A. Comparison with other ML algorithms
Furthermore, we did extensive comparison of our proposed model with the existing models and ML algorithms
and we found that random forest classifiers yielded better accuracy than other algorithms such as Logistic
Regression (LR), K-Nearest Neighbour (KNN) and Decision Tree (DT). The comparison is as follows:
44
TABLE 4: COMPARISON OF DIFFERENT ML ALGORITHMS
ML Model Precision Recall F1-score
RF 1 0.96 0.97 0.96
-1 0.97 0.97 0.97
Accuracy 0.97
LR 1 0.95 0.93 0.94
-1 0.9 0.93 0.91
Accuracy 0.93
KNN 1 0.95 0.94 0.94
-1 0.92 0.93 0.93
Accuracy 0.94
DT 1 0.96 0.96 0.96
-1 0.95 0.94 0.95
Accuracy 0.95
45
6.2 Usability of Product/System
Offline detection: ML-based phishing URL detection can be valuable even if it doesn't involve real-time
detection. For instance, you can use the trained ML model to analyze a batch of URLs collected over a
period of time or from a dataset. This offline analysis can help identify potential phishing URLs and
provide insights into the characteristics, patterns, and trends of phishing attacks. By examining historical
data, you can uncover patterns that may not be evident in real-time, allowing you to better understand the
evolving nature of phishing attacks and develop effective countermeasures. This offline detection
capability can enhance the usability of your project by providing valuable insights and informing proactive
measures to mitigate risks.
Research and analysis: ML-based phishing URL detection can also be used for research and analysis
purposes. By studying the behavior of phishing attacks, such as their techniques, tactics, and motivations,
through the analysis of large datasets of phishing URLs, researchers can gain valuable insights. This can
contribute to the advancement of the field of cybersecurity by helping in the development of new detection
techniques, identifying emerging threats, and understanding the evolving nature of phishing attacks.

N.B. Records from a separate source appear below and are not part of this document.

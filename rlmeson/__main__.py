"""``python3 -m rlmeson ...`` is the same as the ``rlmeson`` command."""

import sys

from .cli import main

sys.exit(main())
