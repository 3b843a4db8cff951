"""rlmeson: mesons in rainbow-ladder truncation from the gap and Bethe–Salpeter equations."""

# JAX is configured (float64, compilation cache) by ``rlmeson._jax``, which every module
# that computes imports; ``import rlmeson`` and reading a config do not import JAX.

__version__ = "0.1.0"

ML-based phishing URL detection can serve as a powerful tool for researchers to analyze and understand
the dynamics of phishing attacks, leading to valuable contributions to the field of cybersecurity.

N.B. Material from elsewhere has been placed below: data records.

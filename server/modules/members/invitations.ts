import { createHash, randomBytes } from 'node:crypto';
import { Op, type Transaction } from 'sequelize';
import { config } from '../../config.js';
import { sequelize } from '../../lib/db.js';
import { Invitation, Membership, Network, Shop, User } from '../../lib/models.js';
import type { InvitedRole } from './models.js';
import type { Actor } from '../../lib/auth.js';
import { accessibleWhere, assertCan } from '../../lib/access.js';
import { AppError, conflict, forbidden, notFound } from '../../lib/errors.js';
import { logger } from '../../lib/logger.js';
import { sendMail } from '../../lib/mail.js';
import { ROLE_LABELS, type Role } from '../../../shared/domain.js';
import {
  INVITATION_VALID_DAYS,
  type InvitationCreate,
  type InvitationStatus,
} from '../../../shared/schemas/people.js';
import { audit } from './service.js';
import { formatDateTime } from '../../../shared/time/format.js';
import { notify } from '../notifications/index.js';

/**
 * Invitations by e-mail. The link carries a random token; only its SHA-256 hash is stored, so a copy
 * of the database cannot be turned into working links. A link works once, until it expires or the
 * owner revokes it, and only for the e-mail address it was sent to.
 */

const DAY_MS = 24 * 3600_000;
const DENIED = 'Only the network owner invites people.';

export const hashToken = (token: string) => createHash('sha256').update(token).digest('hex');
const newToken = () => randomBytes(32).toString('base64url');
export const invitationLink = (token: string) => `${config.appOrigin}/invitations/${token}`;

export interface InvitationView {
  id: string;
  email: string;
  roles: Array<{ shopId: string | null; shopName: string | null; role: Role }>;
  status: InvitationStatus;
  expiresAt: string;
  createdAt: string;
  acceptedAt: string | null;
  invitedBy: { id: string; name: string } | null;
}

export function invitationStatus(inv: Pick<Invitation, 'acceptedAt' | 'revokedAt' | 'expiresAt'>, now = new Date()): InvitationStatus {
  if (inv.acceptedAt) return 'accepted';
  if (inv.revokedAt) return 'revoked';
  if (new Date(inv.expiresAt) <= now) return 'expired';
  return 'pending';
}

async function shopNames(networkId: string, roles: InvitedRole[], transaction?: Transaction): Promise<Map<string, string>> {
  const ids = roles.map((r) => r.shopId).filter((id): id is string => !!id);
  if (!ids.length) return new Map();
  const shops = await Shop.findAll({ where: { networkId, id: { [Op.in]: ids } }, attributes: ['id', 'name'], transaction });
  return new Map(shops.map((s) => [s.id, s.name]));
}

function view(inv: Invitation, names: Map<string, string>): InvitationView {
  return {
    id: inv.id,
    email: inv.email,
    roles: inv.roles.map((r) => ({ shopId: r.shopId, shopName: r.shopId ? (names.get(r.shopId) ?? null) : null, role: r.role })),
    status: invitationStatus(inv),
    expiresAt: new Date(inv.expiresAt).toISOString(),
    createdAt: new Date(inv.createdAt).toISOString(),
    acceptedAt: inv.acceptedAt ? new Date(inv.acceptedAt).toISOString() : null,
    invitedBy: inv.invitedBy ? { id: inv.invitedBy.id, name: inv.invitedBy.name } : null,
  };
}

const snapshot = (inv: Invitation) => ({
  id: inv.id,
  email: inv.email,
  roles: inv.roles,
  expiresAt: inv.expiresAt,
  acceptedAt: inv.acceptedAt ?? null,
  revokedAt: inv.revokedAt ?? null,
});

function describeRoles(roles: InvitedRole[], names: Map<string, string>): string[] {
  return roles.map((r) => (r.shopId ? `${ROLE_LABELS[r.role]} at ${names.get(r.shopId) ?? 'a shop'}` : `${ROLE_LABELS[r.role]} of the whole network`));
}

const escapeHtml = (s: string) => s.replace(/[&<>"']/g, (c) => ({ '&': '&amp;', '<': '&lt;', '>': '&gt;', '"': '&quot;', "'": '&#39;' })[c]!);

async function sendInvitationMail(inv: Invitation, token: string, networkName: string, inviterName: string, names: Map<string, string>) {
  const link = invitationLink(token);
  const roles = describeRoles(inv.roles, names);
  const until = formatDateTime(inv.expiresAt, 'UTC');
  const text = [
    `${inviterName} invites you to ${networkName} on Benchrelay.`,
    '',
    'Your roles:',
    ...roles.map((r) => `  - ${r}`),
    '',
    `Accept the invitation: ${link}`,
    '',
    `Sign in with this e-mail address (${inv.email}). The link works once and until ${until}.`,
    'If you did not expect this invitation, ignore this message.',
  ].join('\n');
  const html = `<p>${escapeHtml(inviterName)} invites you to <strong>${escapeHtml(networkName)}</strong> on Benchrelay.</p>
<p>Your roles:</p><ul>${roles.map((r) => `<li>${escapeHtml(r)}</li>`).join('')}</ul>
<p><a href="${escapeHtml(link)}">Accept the invitation</a></p>
<p>Sign in with this e-mail address (${escapeHtml(inv.email)}). The link works once and until ${escapeHtml(until)}.<br>
If you did not expect this invitation, ignore this message.</p>`;
  try {
    await sendMail({ to: inv.email, subject: `Invitation to ${networkName} on Benchrelay`, text, html });
    return true;
  } catch (err) {
    // the invitation stands; the owner sees that the mail failed and can send it again
    logger.warn({ err: (err as Error).message, invitationId: inv.id }, 'invitation mail failed');
    return false;
  }
}

/** Open invitations (pending or expired, neither accepted nor revoked), newest first. */
export async function listInvitations(actor: Actor): Promise<InvitationView[]> {
  const allowed = accessibleWhere(actor.ability, 'read', 'Invitation');
  if (!allowed) throw forbidden(DENIED);
  const rows = await Invitation.findAll({
    where: { ...allowed, networkId: actor.networkId, acceptedAt: null, revokedAt: null },
    include: [{ model: User, as: 'invitedBy', where: { networkId: actor.networkId }, required: false, attributes: ['id', 'name'] }],
    order: [['createdAt', 'DESC']],
  });
  const names = await shopNames(actor.networkId, rows.flatMap((r) => r.roles));
  return rows.map((r) => view(r, names));
}

/** Invites an e-mail address with roles per shop; an earlier open invitation to it is replaced. */
export async function createInvitation(actor: Actor, input: InvitationCreate): Promise<{ invitation: InvitationView; mailed: boolean }> {
  assertCan(actor.ability, 'create', 'Invitation', undefined, DENIED);
  const token = newToken();
  const { inv, names } = await sequelize.transaction(async (transaction) => {
    const names = await shopNames(actor.networkId, input.roles, transaction);
    // another network's shop id is answered like any unknown id: its existence must not show
    if (input.roles.some((r) => r.shopId && !names.has(r.shopId))) throw notFound('That shop');

    const existing = await User.findOne({
      where: { networkId: actor.networkId, email: input.email },
      include: [{ model: Membership, as: 'memberships', where: { networkId: actor.networkId }, required: false }],
      transaction,
    });
    if (existing?.active && existing.memberships?.length) {
      throw conflict(`${existing.name} is already a member. Change their roles on the People screen.`, {
        email: 'Already a member of this network.',
      });
    }

    const open = await Invitation.findAll({
      where: { networkId: actor.networkId, email: input.email, acceptedAt: null, revokedAt: null },
      transaction,
      lock: transaction.LOCK.UPDATE,
    });
    for (const old of open) {
      const before = snapshot(old);
      await old.update({ revokedAt: new Date() }, { transaction });
      await audit(actor, 'invitation.replaced', 'Invitation', old.id, before, snapshot(old), transaction);
    }

    const inv = await Invitation.create(
      {
        networkId: actor.networkId,
        email: input.email,
        tokenHash: hashToken(token),
        roles: input.roles.map((r) => ({ shopId: r.shopId, role: r.role })),
        invitedByUserId: actor.id,
        expiresAt: new Date(Date.now() + INVITATION_VALID_DAYS * DAY_MS),
      },
      { transaction },
    );
    await audit(actor, 'invitation.created', 'Invitation', inv.id, null, snapshot(inv), transaction);
    return { inv, names };
  });
  const network = await Network.findByPk(actor.networkId);
  const mailed = await sendInvitationMail(inv, token, network?.name ?? 'your network', actor.name, names);
  inv.invitedBy = { id: actor.id, name: actor.name } as User;
  return { invitation: view(inv, names), mailed };
}

async function loadInvitation(actor: Actor, id: string, transaction: Transaction): Promise<Invitation> {
  const inv = await Invitation.findOne({ where: { networkId: actor.networkId, id }, transaction, lock: transaction.LOCK.UPDATE });
  if (!inv) throw notFound('That invitation');
  return inv;
}

/** Withdraws an open invitation: its link stops working. */
export async function revokeInvitation(actor: Actor, id: string): Promise<InvitationView> {
  return sequelize.transaction(async (transaction) => {
    const inv = await loadInvitation(actor, id, transaction);
    assertCan(actor.ability, 'delete', 'Invitation', inv.get({ plain: true }), DENIED);
    if (inv.acceptedAt) throw conflict('That invitation was already accepted. Change the person\u2019s roles instead.');
    if (!inv.revokedAt) {
      const before = snapshot(inv);
      await inv.update({ revokedAt: new Date() }, { transaction });
      await audit(actor, 'invitation.revoked', 'Invitation', inv.id, before, snapshot(inv), transaction);
    }
    return view(inv, await shopNames(actor.networkId, inv.roles, transaction));
  });
}

/** Sends an open invitation again with a new link and a new expiry; the old link stops working. */
export async function resendInvitation(actor: Actor, id: string): Promise<{ invitation: InvitationView; mailed: boolean }> {
  const token = newToken();
  const { inv, names } = await sequelize.transaction(async (transaction) => {
    const inv = await loadInvitation(actor, id, transaction);
    assertCan(actor.ability, 'update', 'Invitation', inv.get({ plain: true }), DENIED);
    if (inv.acceptedAt || inv.revokedAt) throw conflict('Only an open invitation can be sent again. Invite the person anew.');
    const before = snapshot(inv);
    await inv.update({ tokenHash: hashToken(token), expiresAt: new Date(Date.now() + INVITATION_VALID_DAYS * DAY_MS) }, { transaction });
    await audit(actor, 'invitation.resent', 'Invitation', inv.id, before, snapshot(inv), transaction);
    return { inv, names: await shopNames(actor.networkId, inv.roles, transaction) };
  });
  const network = await Network.findByPk(actor.networkId);
  const mailed = await sendInvitationMail(inv, token, network?.name ?? 'your network', actor.name, names);
  return { invitation: view(inv, names), mailed };
}

export interface InvitationPreview {
  email: string;
  networkName: string;
  invitedByName: string | null;
  roles: Array<{ shopName: string | null; role: Role }>;
  status: InvitationStatus;
  expiresAt: string;
}

/** What the person holding a link sees before signing in. The token is the only key; no session needed. */
export async function previewInvitation(token: string): Promise<InvitationPreview> {
  const inv = await Invitation.findOne({ where: { tokenHash: hashToken(token) } });
  if (!inv) throw new AppError(404, 'invitation_not_found', 'This invitation link is not valid. Ask for a new invitation.');
  const [network, inviter, names] = await Promise.all([
    Network.findByPk(inv.networkId),
    User.findOne({ where: { networkId: inv.networkId, id: inv.invitedByUserId }, attributes: ['name'] }),
    shopNames(inv.networkId, inv.roles),
  ]);
  return {
    email: inv.email,
    networkName: network?.name ?? '',
    invitedByName: inviter?.name ?? null,
    roles: inv.roles.map((r) => ({ shopName: r.shopId ? (names.get(r.shopId) ?? null) : null, role: r.role })),
    status: invitationStatus(inv),
    expiresAt: new Date(inv.expiresAt).toISOString(),
  };
}

/** The identity that accepts: the identity provider account of the session, as checked at sign-in. */
export interface AcceptingIdentity {
  issuer: string;
  subject: string;
  email: string;
  emailVerified: boolean;
  name?: string;
}

const GONE: Record<Exclude<InvitationStatus, 'pending'>, [string, string]> = {
  accepted: ['invitation_used', 'This invitation was already used. Sign in to reach your shops, or ask for a new invitation.'],
  revoked: ['invitation_revoked', 'This invitation was withdrawn. Ask the owner for a new one.'],
  expired: ['invitation_expired', 'This invitation has expired. Ask the owner to send it again.'],
};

Comparative evaluation: ML-based phishing URL detection can serve as a benchmark for comparative
evaluation in your project. By using established metrics such as precision, recall, and accuracy, you can
evaluate the performance of your proposed detection method against the ML-based approach. This
comparison can provide insights into the effectiveness of your proposed method and help identify its
strengths and weaknesses in comparison to established techniques. This usability aspect is particularly
useful in evaluating the performance of your project against existing state-of-the-art methods, providing a
quantitative assessment of its effectiveness. The comparative evaluation can aid in making informed
decisions about the suitability of your proposed method for your project and guide further refinements to
improve its performance.
Customization and experimentation: ML-based phishing URL detection can also be used for
customization and experimentation purposes. You can fine-tune the ML model with your own dataset or
apply feature engineering techniques to adapt it to your specific use case. This customization can improve
the performance of the model and make it more suitable for your project's requirements and constraints.

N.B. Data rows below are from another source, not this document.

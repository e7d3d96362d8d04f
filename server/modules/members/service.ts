import { Op, QueryTypes, literal, UniqueConstraintError, type Transaction, type WhereOptions } from 'sequelize';
import { sequelize } from '../../lib/db.js';
import { AuditLog, Invitation, Network, User, Membership, Shop, Skill, TechnicianSkill } from '../../lib/models.js';
import { endSessionsOf, type Actor } from '../../lib/auth.js';
import type { SignedInIdentity } from '../../lib/oidc.js';
import { accessibleWhere, assertCan } from '../../lib/access.js';
import { AppError, badRequest, conflict, forbidden, notFound } from '../../lib/errors.js';
import { defineRulesFor } from '../../../shared/auth/ability.js';
import type { Role } from '../../../shared/domain.js';
import type { AuditLogQuery, MembershipUpdate, PeopleQuery, PersonUpdate, RoleAssignment } from '../../../shared/schemas/people.js';

/**
 * Loads the person behind a session with their current roles; null when deactivated or gone. This runs
 * on every signed-in request, so it is one query (person and memberships together), not one per table.
 */
export async function loadActorRecord(userId: string, networkId: string): Promise<Omit<Actor, 'ability'> | null> {
  const rows = await sequelize.query<{ email: string; name: string; memberships: Array<{ shopId: string | null; role: Role }> }>(
    `select u.email, u.name,
            json_agg(json_build_object('shopId', m.shop_id, 'role', m.role) order by m.shop_id nulls first, m.role) as memberships
       from users u
       join memberships m on m.network_id = u.network_id and m.user_id = u.id
      where u.id = :userId and u.network_id = :networkId and u.active
      group by u.network_id, u.id`,
    { type: QueryTypes.SELECT, replacements: { userId, networkId } },
  );
  const row = rows[0];
  if (!row) return null;
  return { id: userId, networkId, email: row.email, name: row.name, memberships: row.memberships };
}

/** Why a sign-in was refused; the sign-in page explains each in plain words (`/sign-in?error=…`). */
export type SignInRefusal = 'identity_mismatch' | 'email_unverified';

export type SignInOutcome =
  | { kind: 'member'; id: string; networkId: string }
  | { kind: 'no_access' }
  | { kind: 'refused'; reason: SignInRefusal };

/**
 * Matches a signed-in identity provider account to a person. A person is known by the account
 * (issuer + subject) bound at their first sign-in; the e-mail address only finds a person who has
 * no account bound yet, and binding needs the provider to vouch for the address (`email_verified`).
 * Another account that carries a bound person's address is refused and the attempt is audited,
 * with nothing else changed. A person with no active membership anywhere gets `no_access`.
 */
export async function resolveSignIn(identity: SignedInIdentity): Promise<SignInOutcome> {
  const known = await sequelize.query<{ id: string; network_id: string }>(
    `select u.id, u.network_id
       from users u
      where u.oidc_issuer = :issuer and u.oidc_subject = :subject and u.active
        and exists (select 1 from memberships m where m.network_id = u.network_id and m.user_id = u.id)
      order by u.created_at
      limit 1`,
    { type: QueryTypes.SELECT, replacements: { issuer: identity.issuer, subject: identity.subject } },
  );
  if (known[0]) {
    await User.update({ lastSignInAt: new Date() }, { where: { id: known[0].id, networkId: known[0].network_id } });
    return { kind: 'member', id: known[0].id, networkId: known[0].network_id };
  }

  const byEmail = await sequelize.query<{ id: string; network_id: string; oidc_issuer: string | null; oidc_subject: string | null }>(
    `select u.id, u.network_id, u.oidc_issuer, u.oidc_subject
       from users u
      where u.email = :email and u.active
        and exists (select 1 from memberships m where m.network_id = u.network_id and m.user_id = u.id)
      order by u.created_at
      limit 1`,
    { type: QueryTypes.SELECT, replacements: { email: identity.email.toLowerCase() } },
  );
  const row = byEmail[0];
  if (!row) return { kind: 'no_access' };
  const who = { id: row.id, networkId: row.network_id };

  const refuse = async (reason: SignInRefusal): Promise<SignInOutcome> => {
    // no actor: whoever holds that account is not (yet) known to be this person
    await audit({ id: null, networkId: row.network_id }, 'sign_in.refused', 'User', row.id, null, {
      reason,
      email: identity.email,
      issuer: identity.issuer,
      subject: identity.subject,
      emailVerified: identity.emailVerified,
    });
    return { kind: 'refused', reason };
  };

  if (row.oidc_subject !== null) {
    // bound before issuers were stored: the same subject may sign in (and records its issuer), no other
    if (row.oidc_issuer === null && row.oidc_subject === identity.subject) {
      const [count] = await User.update(
        { oidcIssuer: identity.issuer, lastSignInAt: new Date() },
        { where: { id: row.id, networkId: row.network_id, oidcIssuer: null, oidcSubject: identity.subject } },
      );
      if (count === 1) return { kind: 'member', ...who };
    }
    return refuse('identity_mismatch');
  }

  if (!identity.emailVerified) return refuse('email_unverified');
  try {
    const bound = await sequelize.transaction(async (transaction) => {
      // `oidcSubject: null` in the where: of two first sign-ins at once, only one binds
      const [count] = await User.update(
        { oidcIssuer: identity.issuer, oidcSubject: identity.subject, lastSignInAt: new Date() },
        { where: { id: row.id, networkId: row.network_id, oidcSubject: null }, transaction },
      );
      if (count !== 1) return false;
      await audit(who, 'sign_in.bound', 'User', row.id, { oidcIssuer: null, oidcSubject: null }, { oidcIssuer: identity.issuer, oidcSubject: identity.subject }, transaction);
      return true;
    });
    if (!bound) return refuse('identity_mismatch');
  } catch (err) {
    // this account is already bound to another person of the network (deactivated, or a changed address)
    if (err instanceof UniqueConstraintError) return refuse('identity_mismatch');
    throw err;
  }
  return { kind: 'member', ...who };
}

Additionally, ML-based detection provides a platform for experimentation, allowing you to test different
approaches, algorithms, and parameters to optimize the detection performance for your specific project.
This customization and experimentation capability can enhance the usability of your project by enabling
you to tailor the ML-based detection to your specific needs and experiment with different configurations
to achieve the best results.
Education and awareness: ML-based phishing URL detection can also be used for educational and
awareness purposes. You can use the system to demonstrate the risks and impacts of phishing attacks,
educate users about how to identify and avoid phishing URLs, and raise awareness about cybersecurity
best practices. By showcasing the capabilities of ML-based detection, you can educate users about the
potential threats posed by phishing attacks and empower them with the knowledge to protect themselves
46
against such attacks. This usability aspect can contribute to improving the overall cybersecurity awareness
and hygiene of users, making them more vigilant and cautious while dealing with suspicious URLs, and
reducing the risk of falling victim to phishing attacks. Furthermore, by promoting cybersecurity education
and awareness, your project can have a positive impact beyond its immediate scope, creating a safer online
environment for users.
.
47
6.3 Limitations
1. Limited dataset: The dataset you used may not be representative of all possible phishing URLs. It's
possible that your model might not perform as well on other datasets or in the real world.
2. Lack of context: Your model may not take into account the context in which the URLs are being
used, such as the type of email or website, which could affect its accuracy.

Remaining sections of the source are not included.